**ACTION ITEM**.
Where the line with "# computed /" appears below, start writing out lines exactly, and finish with the line with "refused) and validated", which is included; write out nothing else.

-=-=-=-=-

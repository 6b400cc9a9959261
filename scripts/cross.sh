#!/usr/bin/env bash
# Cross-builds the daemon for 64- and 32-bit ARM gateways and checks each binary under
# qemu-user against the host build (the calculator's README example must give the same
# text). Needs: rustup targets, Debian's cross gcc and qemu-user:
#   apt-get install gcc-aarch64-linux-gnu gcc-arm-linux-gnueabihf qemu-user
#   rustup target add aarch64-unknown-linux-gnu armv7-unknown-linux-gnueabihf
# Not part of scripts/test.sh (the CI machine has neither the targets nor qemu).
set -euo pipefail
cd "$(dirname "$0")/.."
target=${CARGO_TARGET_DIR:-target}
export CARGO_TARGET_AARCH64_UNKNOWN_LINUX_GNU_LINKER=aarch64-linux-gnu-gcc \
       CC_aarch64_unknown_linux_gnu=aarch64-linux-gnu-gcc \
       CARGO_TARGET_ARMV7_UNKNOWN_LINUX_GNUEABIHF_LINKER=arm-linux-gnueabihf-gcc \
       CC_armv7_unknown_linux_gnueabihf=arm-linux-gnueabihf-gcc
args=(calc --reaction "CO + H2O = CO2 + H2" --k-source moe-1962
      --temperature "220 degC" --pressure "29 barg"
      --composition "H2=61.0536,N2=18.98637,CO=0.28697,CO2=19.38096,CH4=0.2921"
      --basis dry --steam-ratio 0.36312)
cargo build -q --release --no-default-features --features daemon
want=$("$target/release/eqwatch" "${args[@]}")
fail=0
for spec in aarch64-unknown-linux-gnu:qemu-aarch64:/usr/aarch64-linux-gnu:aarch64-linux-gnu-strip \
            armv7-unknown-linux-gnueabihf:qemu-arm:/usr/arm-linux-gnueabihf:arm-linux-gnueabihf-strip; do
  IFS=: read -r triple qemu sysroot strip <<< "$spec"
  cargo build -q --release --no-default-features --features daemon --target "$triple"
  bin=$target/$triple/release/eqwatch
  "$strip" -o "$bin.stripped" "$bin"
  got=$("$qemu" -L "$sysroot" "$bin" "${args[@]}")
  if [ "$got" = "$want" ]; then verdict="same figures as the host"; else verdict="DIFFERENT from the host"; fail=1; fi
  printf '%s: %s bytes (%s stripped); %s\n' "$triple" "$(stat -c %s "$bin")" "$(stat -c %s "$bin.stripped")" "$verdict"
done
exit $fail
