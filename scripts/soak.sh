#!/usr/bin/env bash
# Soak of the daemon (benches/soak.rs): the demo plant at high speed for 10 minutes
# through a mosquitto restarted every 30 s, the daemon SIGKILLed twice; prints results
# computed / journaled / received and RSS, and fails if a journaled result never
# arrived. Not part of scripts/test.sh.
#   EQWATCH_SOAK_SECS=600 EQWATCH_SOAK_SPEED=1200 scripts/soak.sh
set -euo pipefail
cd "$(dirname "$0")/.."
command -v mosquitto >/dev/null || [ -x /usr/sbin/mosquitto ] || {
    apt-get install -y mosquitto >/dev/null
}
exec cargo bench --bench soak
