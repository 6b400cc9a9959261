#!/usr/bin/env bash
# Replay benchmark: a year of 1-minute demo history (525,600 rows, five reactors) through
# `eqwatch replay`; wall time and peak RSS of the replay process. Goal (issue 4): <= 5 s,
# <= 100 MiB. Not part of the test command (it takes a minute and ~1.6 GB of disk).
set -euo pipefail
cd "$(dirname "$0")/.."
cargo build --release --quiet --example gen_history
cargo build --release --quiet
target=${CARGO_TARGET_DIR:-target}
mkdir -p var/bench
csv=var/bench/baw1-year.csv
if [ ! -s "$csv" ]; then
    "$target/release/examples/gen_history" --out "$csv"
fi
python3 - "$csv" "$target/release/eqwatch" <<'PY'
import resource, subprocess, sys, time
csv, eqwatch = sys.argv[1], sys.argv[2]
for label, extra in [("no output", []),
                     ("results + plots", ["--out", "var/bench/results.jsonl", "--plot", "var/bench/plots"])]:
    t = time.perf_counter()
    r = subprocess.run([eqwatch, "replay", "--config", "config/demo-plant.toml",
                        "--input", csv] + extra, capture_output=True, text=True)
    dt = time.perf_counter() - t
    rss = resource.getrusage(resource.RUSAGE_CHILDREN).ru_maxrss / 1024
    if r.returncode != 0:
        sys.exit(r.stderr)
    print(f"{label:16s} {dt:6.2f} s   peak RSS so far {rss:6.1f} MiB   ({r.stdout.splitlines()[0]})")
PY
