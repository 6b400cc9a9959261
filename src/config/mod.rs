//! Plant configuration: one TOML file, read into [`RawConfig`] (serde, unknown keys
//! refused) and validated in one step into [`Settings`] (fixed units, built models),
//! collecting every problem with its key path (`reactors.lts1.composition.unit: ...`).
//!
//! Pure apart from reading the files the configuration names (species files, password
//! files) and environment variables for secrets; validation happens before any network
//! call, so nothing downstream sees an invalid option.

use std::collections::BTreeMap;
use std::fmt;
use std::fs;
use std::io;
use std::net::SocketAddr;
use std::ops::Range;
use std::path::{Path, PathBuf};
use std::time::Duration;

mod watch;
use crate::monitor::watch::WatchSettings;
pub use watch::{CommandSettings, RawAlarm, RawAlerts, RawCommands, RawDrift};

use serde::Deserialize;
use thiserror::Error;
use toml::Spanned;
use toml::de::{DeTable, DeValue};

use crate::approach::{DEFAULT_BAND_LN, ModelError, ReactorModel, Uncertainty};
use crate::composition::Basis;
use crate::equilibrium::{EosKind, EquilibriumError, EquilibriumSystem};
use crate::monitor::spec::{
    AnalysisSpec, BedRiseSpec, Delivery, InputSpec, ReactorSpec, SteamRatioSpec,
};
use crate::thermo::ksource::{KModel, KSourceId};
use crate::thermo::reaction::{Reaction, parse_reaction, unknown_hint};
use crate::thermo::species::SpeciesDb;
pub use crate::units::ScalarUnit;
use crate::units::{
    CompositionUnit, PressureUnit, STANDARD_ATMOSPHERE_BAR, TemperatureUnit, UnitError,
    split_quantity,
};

-=-=-=-=-

**ANSWER FOR THIS EXERCISE**.
# computed / journaled / received and RSS, and fails if a journaled result never
# arrived. Not part of scripts/test.sh.
#   EQWATCH_SOAK_SECS=600 EQWATCH_SOAK_SPEED=1200 scripts/soak.sh
set -euo pipefail
cd "$(dirname "$0")/.."
command -v mosquitto >/dev/null || [ -x /usr/sbin/mosquitto ] || {
    apt-get install -y mosquitto >/dev/null
}
exec cargo bench --bench soak
repository 6b400cc9a9959261
#!/usr/bin/env bash
# Replay benchmark: a year of 1-minute demo history (525,600 rows, five reactors) through
# `eqwatch replay`; wall time and peak RSS of the replay process. Goal (issue 4): <= 5 s,
# <= 100 MiB. Not part of the test command (it takes a minute and ~1.6 GB of disk).
set -euo pipefail
cd "$(dirname "$0")/.."
cargo build --release --quiet --example gen_history
cargo build --release --quiet
target=${CARGO_TARGET_DIR:-target}
mkdir -p var/bench
csv=var/bench/baw1-year.csv
if [ ! -s "$csv" ]; then
    "$target/release/examples/gen_history" --out "$csv"
fi
python3 - "$csv" "$target/release/eqwatch" <<'PY'
import resource, subprocess, sys, time
csv, eqwatch = sys.argv[1], sys.argv[2]
for label, extra in [("no output", []),
                     ("results + plots", ["--out", "var/bench/results.jsonl", "--plot", "var/bench/plots"])]:
    t = time.perf_counter()
    r = subprocess.run([eqwatch, "replay", "--config", "config/demo-plant.toml",
                        "--input", csv] + extra, capture_output=True, text=True)
    dt = time.perf_counter() - t
    rss = resource.getrusage(resource.RUSAGE_CHILDREN).ru_maxrss / 1024
    if r.returncode != 0:
        sys.exit(r.stderr)
    print(f"{label:16s} {dt:6.2f} s   peak RSS so far {rss:6.1f} MiB   ({r.stdout.splitlines()[0]})")
PY
repository 6b400cc9a9959261
filename src/config/mod.rs
//! Plant configuration: one TOML file, read into [`RawConfig`] (serde, unknown keys
//! refused) and validated in one step into [`Settings`] (fixed units, built models),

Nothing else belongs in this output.